Aspasia
5th-century BC partner of Athenian statesman Pericles
0
0
rank #2 ·
Aspasia (Greek: Ἀσπασία c. 470–c. 400 BC) was an influential woman in Ancient Greece, who according to Plutarch attracted the most prominent writers and thinkers of the time, including Socrates, to her salon, which became an intellectual centre in Athens. Aspasia was a metic and although she spent most of her adult life in Greece, few details of her life are fully known.
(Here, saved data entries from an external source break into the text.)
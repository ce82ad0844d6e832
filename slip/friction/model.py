"""A mechanical model of a face under a load: what every model is asked for."""

from __future__ import annotations

from collections.abc import Callable
from dataclasses import field

import numpy as np

from slip.base.records import record
from slip.base.trace import Trace
from slip.friction.compliance.protocol import Compliance
from slip.friction.march.face import Face
from slip.pressure.patch import Patch

Array = np.ndarray
RIM_SHARE = 0.01  # of the clamp: what the points carry that lie where the pressure runs out
FINE = 4001  # places along the radius of a patch
RIM_SAID = "first slip is judged without the last 1 % of the clamp, where the pressure runs out: a constant stiffness has none there"


@record(eq=False)
class Judged:
    """Points as first slip and largest motion see them, each field (*field): pressure [MPa], that of the rim no less than `patch_rim`.

    own: compliance of each point by itself [mm/MPa] in the model; local: the same at the pressure here; face: the face's part of local.
    """

    pressure: Array
    own: Array
    local: Array
    face: Array


@record(eq=False)
class Built:
    """A model at given clamps: compliance, the face's rigid motions, and press(clamp (n,) [N]) -> pressure (*field) [MPa] on its points.

    edge(traction (c, *field) [MPa], load) -> motion (*field) [mm] by which the outer edge of a point moves more than its mean; None
    where points stand for no more than themselves. judged: None where a point's own compliance cannot be told from the others'.
    """

    compliance: Compliance
    face: Face
    press: Callable[[Array], Array]
    edge: Callable[[Array, Array], Array] | None = None
    judged: Judged | None = None


@record(eq=False)
class Model:
    """A model by name, why it was chosen and what its range says; `faces` shares the load between parallel faces.

    build(clamp (n,), reading): the model at clamps [N] and one reading of the face's stiffness.
    load(shear and moment (3,)): the model's load.
    length [mm]: of a lap, 0 for any other model. basis: of what it gives. trace: what the model takes.
    stretch [mm]: the most that plates stretch in their plane where the model takes them as rigid, 0 where it does not.
    outside: how the joint lies out of the range in which the model's true slip and energy are known, '' inside.
    """

    name: str
    why: str
    faces: int
    build: Callable[[Array, int], Built]
    load: Callable[[Array], Array]
    basis: str
    length: float = 0.0
    notes: tuple[str, ...] = field(default=())
    trace: Trace = field(default_factory=Trace)
    stretch: float = 0.0
    outside: str = ""


def rim_pressure(pressure: Array, force: Array) -> float:
    """Pressure at which the places below it carry RIM_SHARE of the force. pressure, force (*field), in any units.

    Where the pressure falls to nothing a finer mesh would find ever less pressed points; this is one and the same for all meshes.
    Under even pressure it is that pressure. 0 where nothing presses.
    """
    p, f = pressure[force > 0], force[force > 0]
    order = np.argsort(p)
    return float(np.interp(RIM_SHARE * f.sum(), np.cumsum(f[order]), p[order])) if f.size else 0.0


def patch_rim(patch: Patch) -> float:
    """The same of the patch of one bolt for a unit of clamp [1/mm^2], from its profile and not from its points."""
    r = np.linspace(patch.radii[0], patch.radii[-1], FINE)
    p = np.interp(r, patch.radii, patch.profile)
    return rim_pressure(p, p * r)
Although some accounts credit Aspasia as a distinguished rhetorician and philosopher, there also exist ancient depictions of Aspasia as a brothel keeper and a hetaera. Aspasia is mentioned in the writings of Plato, Aristophanes, Xenophon and others. The hypothetical nature of conclusions reached about Aspasia, based on relatively scant and contradictory information, have led to this range of contradictory portrayals from intellectual luminary to courtesan. For this reason modern scholars express scepticism about the historicity of Aspasia's life, the consensus being that so much is unverifiable, and so little can be known, as to render Aspasia void of much historical reality. Aspasia's role in history provides crucial insight to the understanding of the women of ancient Greece. Very little is known about women from her time period. One scholar stated that, "To ask questions about Aspasia's life is to ask questions about half of humanity."